Nova postura para o governo
- Quando Armando Guebuza tomou posse, o Sr. Marcelino dos Santos disse que tinha entrado o governo do povo, O que quis dizer com isso?
- Porque é um governo para fazer trabalho do povo, para respeitar os interesses das massas populares.
- Chissano não estava a fazer isso?
- Chissano estava, mas ele entrou num momento muito difícil em que nós tivemos que negociar com toda essa gente, incluindo o Banco Mundial. Ora, sabe muito bem que a aceitação das relações com o Banco Mundial foi o abrir as portas à invasão do capitalismo e do imperialismo no nosso país, quer dizer, abrimos a porta para aquilo que se chama capitalismo liberal para as economias de mercado.
- Acha que foi isso que desgastou Chissano?
- Não. Foi o momento difícil que nós tivemos que suportar e, naturalmente, há coisas que eu considero que realmente não foram das melhores. Nós temos agora essa questão que se está a pôr sobre as areias pesadas em que se diz que não há espaço para os empresários moçambicanos. Como é que é possível uma coisa dessas, nem para carregar areia? De modo que é isso que nós temos que ver. É preciso criar condições para que os moçambicanos possam participar em todos os projectos que tenham lugar neste país.
- Acha que Chissano foi muito condescendente com o poder financeiro?
- Eu acho que sim, mas eram daquelas coisas… você entra num sistema e não é fácil sair de lá e realmente, nós na Frelimo, tivemos essa capacidade de que podemos transformar a situação pondo Guebuza lá para ser um homem da recuperação.
- Havia condições para Chissano avançar para um terceiro mandato?

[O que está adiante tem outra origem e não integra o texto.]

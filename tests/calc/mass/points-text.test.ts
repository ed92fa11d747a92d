/**
 * Mounting points as typed and as links carry them (calc/mass/points-text.ts): "55, 0; 0, 55", x, y
 * pairs separated by semicolons, bare numbers in mm (metric) or inches (US). 1 in = 25.4 mm exactly
 * (NIST SP 811, appendix B).
 */
import { describe, expect, it } from "vitest";
import { MAX_MOUNTING_POINTS, readMountingPoints, writeMountingPoints } from "../../../calc/mass/points-text.ts";

const ENTER = `Enter 1 to ${MAX_MOUNTING_POINTS} points, as x, y pairs separated by semicolons.`;

describe("mounting points as text", () => {
  it("reads x, y pairs in mm, skipping empty items between semicolons", () => {
    expect(readMountingPoints("55, 0; 0, 55", "metric")).toEqual({
      points: [
        { x: 0.055, y: 0 },
        { x: 0, y: 0.055 },
      ],
      error: null,
    });
    expect(readMountingPoints(" -40,10 ; ; ", "metric")).toEqual({ points: [{ x: -0.04, y: 0.01 }], error: null });
  });

  it("reads bare numbers in inches in US units, and numbers with their own unit in either system", () => {
    const us = readMountingPoints("1, 2", "us").points!;
    expect(us[0]!.x).toBeCloseTo(0.0254, 15);
    expect(us[0]!.y).toBeCloseTo(0.0508, 15);
    expect(readMountingPoints("25.4mm, 1in", "metric").points![0]!.y).toBeCloseTo(0.0254, 15);
  });

  it(`takes 1 to ${MAX_MOUNTING_POINTS} points and says so otherwise`, () => {
    const pairs = (n: number) => Array.from({ length: n }, (_, i) => `${i}, 0`).join("; ");
    expect(readMountingPoints(pairs(MAX_MOUNTING_POINTS), "metric").points).toHaveLength(MAX_MOUNTING_POINTS);
    expect(readMountingPoints(pairs(MAX_MOUNTING_POINTS + 1), "metric")).toEqual({ points: null, error: ENTER });
    expect(readMountingPoints("", "metric")).toEqual({ points: null, error: ENTER });
    expect(readMountingPoints(" ; ", "metric")).toEqual({ points: null, error: ENTER });
  });

  it("names the point that is not a pair, and why when a coordinate cannot be read", () => {
    expect(readMountingPoints("55, 0; 30", "metric")).toEqual({ points: null, error: "Point 2 must be two coordinates, x and y, separated by a comma." });
    expect(readMountingPoints("1, 2, 3", "metric").error).toBe("Point 1 must be two coordinates, x and y, separated by a comma.");
    const unreadable = readMountingPoints("55, abc", "metric");
    expect(unreadable.points).toBeNull();
    expect(unreadable.error).toMatch(/^Point 1 must be two coordinates, x and y, separated by a comma \(.+\)\.$/);
    // A coordinate beyond ±2 m is refused by its declared range.
    expect(readMountingPoints("3000, 0", "metric").error).toMatch(/^Point 1 must be two coordinates, x and y, separated by a comma \(.*2.*\)\.$/);
  });

  it("writes points that read back exactly, without spaces, in mm or inches", () => {
    const points = [
      { x: 0.055, y: -0.0125 },
      { x: 0, y: 0.0508 },
    ];
    const metric = writeMountingPoints(points, "metric");
    expect(metric).toBe("55mm,-12.5mm;0mm,50.8mm");
    expect(readMountingPoints(metric, "metric").points).toEqual(points);
    const us = writeMountingPoints(points, "us");
    expect(us).not.toContain(" ");
    expect(us.split(";")[1]).toBe("0in,2in");
    expect(readMountingPoints(us, "us").points).toEqual(points);
  });
});
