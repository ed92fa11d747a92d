/**
 * Counterweights (calc/mass/counterweight.ts) at the edges a user can reach: a layout already on
 * the axis, a band edge met exactly, a mounting point whose line only touches the target circle,
 * the size of the list of points, and the refusals (each names the field, its value and SI unit).
 * Exact cases use lengths that are powers of two times small whole numbers, so every step of the
 * formulas is exact in doubles and the boundary is met exactly, not up to rounding.
 */
import { describe, expect, it } from "vitest";
import { applyCounterweight, counterweightAtCandidates, counterweightAtRadius, counterweightRadiusForMass, type LayoutPart } from "#calc";
import { expectRefusal } from "../../support/refusal.ts";

// The worked robot of the functions' documentation: 1.4 kg, target 0.2 mm.
const robot = { totalMass: 1.4, centreX: 0.002, centreY: 0, targetOffset: 0.0002 };
// The same robot with its centre of mass 0.1 mm off, already within the target.
const within = { ...robot, centreX: 0.0001 };

describe("a layout with its centre of mass exactly on the axis", () => {
  it("needs no counterweight at a radius, and points along +x (direction 0), not at 180°", () => {
    const a = counterweightAtRadius({ ...robot, centreX: 0, centreY: 0, radius: 0.055 });
    expect(a).toMatchObject({ status: "not-needed", mass: 0, massForZero: 0, angle: 0, x: 0.055, y: 0, offsetAfter: 0 });
  });

  it("needs no counterweight of a given mass, at direction 0", () => {
    const f = counterweightRadiusForMass({ ...robot, centreX: 0, centreY: 0, mass: 0.05, maxRadius: 0.065 });
    expect(f).toMatchObject({ status: "not-needed", radius: 0, radiusForZero: 0, angle: 0 });
  });
});

describe("counterweight of a given mass at the inner edge of its band", () => {
  it("places it when the largest mounting radius equals the smallest workable radius, leaving the offset on the target", () => {
    // M = 1 kg, e = 15.625 mm, e_t = 0.9765625 mm, m = 0.25 kg:
    // r_min = (M e − e_t (M + m))/m = (0.015625 − 0.0009765625 × 1.25)/0.25 = 0.014404296875/0.25 = 0.0576171875 m.
    const rMin = 0.0576171875;
    const f = counterweightRadiusForMass({ totalMass: 1, centreX: 0.015625, centreY: 0, targetOffset: 0.0009765625, mass: 0.25, maxRadius: rMin });
    expect(f.minRadius).toBe(rMin);
    expect(f.status).toBe("placed");
    expect(f.radius).toBe(rMin);
    // e' = (M e − m r)/(M + m) = (0.015625 − 0.25 × 0.0576171875)/1.25 = 0.0009765625 m, the target.
    expect(f.offsetAfter).toBeCloseTo(0.0009765625, 15);
    // A hair less room and it no longer fits.
    const tooSmall = counterweightRadiusForMass({
      totalMass: 1,
      centreX: 0.015625,
      centreY: 0,
      targetOffset: 0.0009765625,
      mass: 0.25,
      maxRadius: rMin * (1 - 1e-12),
    });
    expect(tooSmall).toMatchObject({ status: "too-far-out", radius: null, offsetAfter: null });
  });
});

describe("mounting points at the edge of the target circle", () => {
  it("takes a point whose line from the centre of mass just touches the target circle, with the mass that lands on the touching point", () => {
    // M = 1 kg, c = (11.71875, 15.625) mm (e = 19.53125 mm, a 3-4-5 triangle), e_t = 15.625 mm,
    // p = (−31.25, 15.625) mm: the line y = 15.625 mm from c through p touches the target circle.
    // With u = 1/256 m: A = |p|² − e_t² = 64u², B = 2M(c·p − e_t²) = −48u², C = M²(e² − e_t²) = 9u²,
    // B² − 4AC = 2304u⁴ − 2304u⁴ = 0, a double root m = 2C/(−B) = 18/48 = 0.375 kg.
    const c = counterweightAtCandidates({
      totalMass: 1,
      centreX: 0.01171875,
      centreY: 0.015625,
      targetOffset: 0.015625,
      candidates: [{ x: -0.03125, y: 0.015625 }],
    });
    expect(c.best).toBe(0);
    expect(c.candidates[0]).toMatchObject({ feasible: true, mass: 0.375, reason: null });
    // The centre moves to (c + m p)/(M + m) = (0, 15.625) mm, on the circle.
    expect(c.candidates[0]!.offsetAfter).toBeCloseTo(0.015625, 15);
  });

  it("refuses a point on the target circle itself on the heavy side: only an endless mass would bring the centre there", () => {
    // M = 1 kg, c = (3.90625, 0) mm, e_t = 1.953125 mm, p = (1.953125, 0) mm: A = |p|² − e_t² = 0, so
    // the equation is B m + C = 0 with B = 2(c·p − e_t²) > 0 and C > 0: no root m ≥ 0.
    const c = counterweightAtCandidates({ totalMass: 1, centreX: 0.00390625, centreY: 0, targetOffset: 0.001953125, candidates: [{ x: 0.001953125, y: 0 }] });
    expect(c.best).toBeNull();
    expect(c.candidates[0]).toMatchObject({
      feasible: false,
      mass: null,
      offsetAfter: null,
      reason: "the line from the centre of mass toward this point never enters the target circle",
    });
  });
});

describe("the list of mounting points", () => {
  const point = { x: -0.055, y: 0 };

  it("takes up to 100 points and refuses none or 101, naming the list and its length", () => {
    expect(counterweightAtCandidates({ ...robot, candidates: Array.from({ length: 100 }, () => point) }).candidates).toHaveLength(100);
    expectRefusal(
      () => counterweightAtCandidates({ ...robot, candidates: Array.from({ length: 101 }, () => point) }),
      "candidates",
      101,
      "",
      "candidates must be a list of 1 to 100 mounting points (got 101)",
    );
    expectRefusal(
      () => counterweightAtCandidates({ ...robot, candidates: [] }),
      "candidates",
      0,
      "",
      "candidates must be a list of 1 to 100 mounting points (got 0)",
    );
  });

  it("names a missing point and a coordinate out of range by their place in the list", () => {
    const missing = [point, null] as unknown as { x: number; y: number }[];
    expectRefusal(
      () => counterweightAtCandidates({ ...robot, candidates: missing }),
      "candidates[1]",
      null,
      "",
      "candidates[1] must be an object of named inputs (got null)",
    );
    expectRefusal(
      () => counterweightAtCandidates({ ...robot, candidates: [point, { x: 150, y: 0 }] }),
      "candidates[1].x",
      150,
      "m",
      "candidates[1].x must be at least -100 m and at most 100 m (got 150 m)",
    );
  });
});

describe("counterweight refusals name the input that took a figure out of the doubles", () => {
  it("names a radius so small that the mass for zero offset passes the largest double, whether or not a counterweight is needed", () => {
    // m₀ = M e / r = 1.4 × 0.0001 / 1e-315 = 1.4e311 kg (within the target) and 1.4 × 0.002 / 1e-315 = 2.8e312 kg.
    for (const centre of [within, robot]) {
      expectRefusal(
        () => counterweightAtRadius({ ...centre, radius: 1e-315 }),
        "radius",
        1e-315,
        "m",
        "radius must be large enough for the counterweight to stay finite (got 1e-315 m)",
      );
    }
  });

  it("names a counterweight mass so small that its radius passes the largest double, whether or not one is needed", () => {
    // Needed: r_min = (M e − e_t (M + m))/m = (0.0028 − 0.00028)/1e-315 = 2.52e312 m, too far out.
    // Not needed: r₀ = M e / m = 1.4e-4 / 1e-315 = 1.4e311 m.
    for (const centre of [robot, within]) {
      expectRefusal(
        () => counterweightRadiusForMass({ ...centre, mass: 1e-315, maxRadius: 0.065 }),
        "mass",
        1e-315,
        "kg",
        "mass must be large enough for the counterweight to stay finite (got 1e-315 kg)",
      );
    }
  });

  it("names a target offset or a total mass that takes the band of radii past the largest double", () => {
    // r_max = (M e + e_t (M + m))/m = (1.4e-4 + 1e308 × 1.45)/0.05 = 2.9e309 m.
    expectRefusal(
      () => counterweightRadiusForMass({ ...within, targetOffset: 1e308, mass: 0.05, maxRadius: 0.065 }),
      "targetOffset",
      1e308,
      "m",
      "targetOffset must be small enough for the counterweight to stay finite (got 1e+308 m)",
    );
    // M e = 1e307 kg × 100 m = 1e309 kg·m.
    expectRefusal(
      () => counterweightRadiusForMass({ ...robot, totalMass: 1e307, centreX: 100, mass: 0.05, maxRadius: 0.065 }),
      "totalMass",
      1e307,
      "kg",
      "totalMass must be small enough for the counterweight to stay finite (got 1e+307 kg)",
    );
  });

  it("names a total mass whose quadratic for a mounting point passes the largest double", () => {
    // C = M²(e² − e_t²) with M = 1e160 kg: M² = 1e320, past the doubles.
    expectRefusal(
      () => counterweightAtCandidates({ ...robot, totalMass: 1e160, candidates: [{ x: 0.0001, y: 0 }] }),
      "totalMass",
      1e160,
      "kg",
      "totalMass must be small enough for the counterweight to stay finite (got 1e+160 kg)",
    );
  });
});

describe("adding a counterweight to the layout", () => {
  const parts: LayoutPart[] = [{ name: "hub", shape: { kind: "point" }, mass: { kind: "given", mass: 1 }, x: 0.01, y: 0, z: 0 }];

  it("refuses a counterweight of no mass, naming its mass in kg", () => {
    expectRefusal(
      () => applyCounterweight({ parts, mass: 0, x: -0.1, y: 0, z: 0 }),
      "mass",
      0,
      "kg",
      "mass must be greater than 0 kg and at most 10000 kg (got 0 kg)",
    );
  });

  it("names a position out of range as the counterweight's", () => {
    expectRefusal(
      () => applyCounterweight({ parts, mass: 0.1, x: 150, y: 0, z: 0 }),
      "counterweight.x",
      150,
      "m",
      "counterweight.x must be at least -100 m and at most 100 m (got 150 m)",
    );
  });
});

- Eu creio que não havia condições para Chissano continuar. Precisamente porque era exigida uma nova postura do Governo. Não estou a condenar Chissano... você sabe que Chissano granjeou um prestígio imenso no planeta, Marcelino nunca seria capaz de fazer isso, daquela maneira. Todo e qualquer moçambicano deve ter orgulho disso, isso nós temos que preservar.
- Foi uma decisão pessoal de Chissano ou também do próprio partido que ele não avançasse para um terceiro mandato?
- Bom, segundo aquilo que sei, foi por vontade própria dele, porque quando o camarada Presidente Chissano apresenta ao Comité Central a sua vontade, ou melhor quando a Comissão Política informa o camarada Presidente desta mesma situação, porque foi preciso a Comissão política pedir para ser ele próprio a apresentar a coisa nasceu até ele próprio consagrar que era tempo de deixar.
- Ou seja...
- Era também sentimento nosso que para se efectivar uma real mudança, para permitir que o país passasse para a recuperação de muitos degraus perdidos, era preciso que mudássemos a direcção.
- Objectivamente, o que espera de Armando Guebuza?
- Espero que nós assumamos finalmente o poder. Que a Frelimo retome a linha que consagrou nos seus estatutos, no seu número dois: a Frelimo congrega no seu seio todos os moçambicanos de todas as classes e camadas sociais que aprovam os estatutos e programas do partido Frelimo"
- Parte significativa da classe política actual está aburguesada ou para lá caminha e, em contrapartida, o povo vegeta. Não acha que isto distorce o discurso que apregoam, em público, de combate à pobreza?
- Não, não, agora há necessidade de nos fazermos compreender a toda classe social moçambicana que todos temos interesses em estarmos juntos porque todos somos oprimidos pela mesma força, que é trazida através dum Banco Mundial e dum fundo monetário que são instrumentos do grande capital mundial.